Excerpted records:
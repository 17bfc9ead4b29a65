package model

import (
	"fmt"
	"regexp"
	"time"

	"kern/lang"
)

// Project is what the cover of a printed sheet says of a calculation. Everything
// may be left out; nothing is computed from it.
type Project struct {
	Stated                                              bool
	Place                                               lang.Place
	Name, Number, PreparedBy, CheckedBy, Revision, Date string // Date is year-month-day
}

var projectWords = []string{"name", "number", "prepared", "checked", "revision", "date"}

// project reads what the cover says. A slip in it takes nothing from the members:
// no result depends on it.
func (b *builder) project() {
	env := b.env
	for i, d := range b.of("project") {
		r := b.reader(d)
		if i > 0 {
			r.problem(lang.Problem{Rule: "value-given-twice", Span: d.stmt.Head, Message: "a calculation says once which project it belongs to",
				Related: []lang.Related{{Place: env.Project.Place, Message: "said here first"}}})
			continue
		}
		env.Project.Stated, env.Project.Place = true, r.place(d.stmt.Head)
		if e := r.peek(); e != nil && e.Kind == lang.StringExpr {
			r.fail("wrong-form", e.Span, "the project's name stands inside the block: project { name \"%s\" }", clip(e.Text))
		}
		r.end()
		if d.stmt.Body == nil {
			r.fail("wrong-form", d.stmt.Line, "project opens a block: project { name \"…\" }")
			continue
		}
		seen := map[string]*lang.Stmt{}
		for _, s := range d.stmt.Body.Stmts {
			r := b.reader(declared{d.decl, s})
			if first := seen[s.Word]; first != nil {
				twice(r, first)
			} else if !s.Broken {
				seen[s.Word] = s
				b.projectStmt(r)
			}
		}
	}
}

func (b *builder) projectStmt(r *reader) {
	p, s := &b.env.Project, r.stmt
	if s.Word == "" {
		return
	}
	if value, assigned := s.Assigned(); assigned && contains(projectWords, s.Word) {
		problem := lang.Problem{Rule: "wrong-form", Span: s.Args[0].Span, Message: "'" + s.Word + "' takes no sign ="}
		if len(value) > 0 && s.Word != "prepared" && s.Word != "checked" {
			problem.Fixes = []lang.Fix{lang.Replace("Remove the sign", true, lang.Span{Start: s.Args[0].Span.Start, End: value[0].Span.Start}, "")}
		}
		r.problem(problem)
		return
	}
	by := func() bool {
		_, ok := r.wordOf("who "+s.Word+" it", "by")
		return ok
	}
	switch s.Word {
	case "name":
		p.Name, _ = r.text("the project's name")
	case "number":
		p.Number, _ = r.text("the project's number")
	case "prepared":
		if by() {
			p.PreparedBy, _ = r.text("who prepared it")
		}
	case "checked":
		if by() {
			p.CheckedBy, _ = r.text("who checked it")
		}
	case "revision":
		p.Revision, _ = r.text("the revision")
	case "date":
		p.Date = r.date()
	default:
		problem := lang.Problem{Rule: "unknown-statement", Span: s.Head, Message: "'" + s.Word + "' is nothing that a project says"}
		near, sure := nearest(s.Word, projectWords, 1)
		if len(near) > 0 {
			problem.Message += "; did you mean " + near[0] + "?"
			problem.Fixes = []lang.Fix{lang.Replace("Write "+near[0], sure, s.Head, near[0])}
		} else {
			problem.Notes = []string{"a project says " + lang.OrList([]string{"name", "number", "prepared by", "checked by", "revision", "date"})}
		}
		r.problem(problem)
		return
	}
	r.end()
}

// pointed is a date with the day first and points, as it is written in much of
// Europe; with strokes nobody can tell the day from the month.
var pointed = regexp.MustCompile(`^(\d{1,2})\. ?(\d{1,2})\. ?(\d{4})$`)

// date takes a date in the order that cannot be misread, ISO 8601.
func (r *reader) date() string {
	e := r.peek()
	text, ok := r.text("the date")
	if !ok {
		return ""
	}
	if _, err := time.Parse(time.DateOnly, text); err == nil {
		return text
	}
	problem := lang.Problem{Rule: "impossible-value", Span: e.Span, Message: fmt.Sprintf("'%s' is no date: a date is written year-month-day, \"2026-03-31\"", clip(text))}
	if m := pointed.FindStringSubmatch(text); m != nil {
		if day, err := time.Parse("2.1.2006", m[1]+"."+m[2]+"."+m[3]); err == nil {
			due := day.Format(time.DateOnly)
			problem.Fixes = []lang.Fix{lang.Replace("Write "+due, false, e.Span, `"`+due+`"`)}
		}
	}
	r.problem(problem)
	return ""
}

What to produce: Go to the line in the material above that contains "if len(near) >" and copy exactly from there through the line that contains "from the month.", stopping after it.

Task output:
		if len(near) > 0 {
			problem.Message += "; did you mean " + near[0] + "?"
			problem.Fixes = []lang.Fix{lang.Replace("Write "+near[0], sure, s.Head, near[0])}
		} else {
			problem.Notes = []string{"a project says " + lang.OrList([]string{"name", "number", "prepared by", "checked by", "revision", "date"})}
		}
		r.problem(problem)
		return
	}
	r.end()
}

// pointed is a date with the day first and points, as it is written in much of
// Europe; with strokes nobody can tell the day from the month.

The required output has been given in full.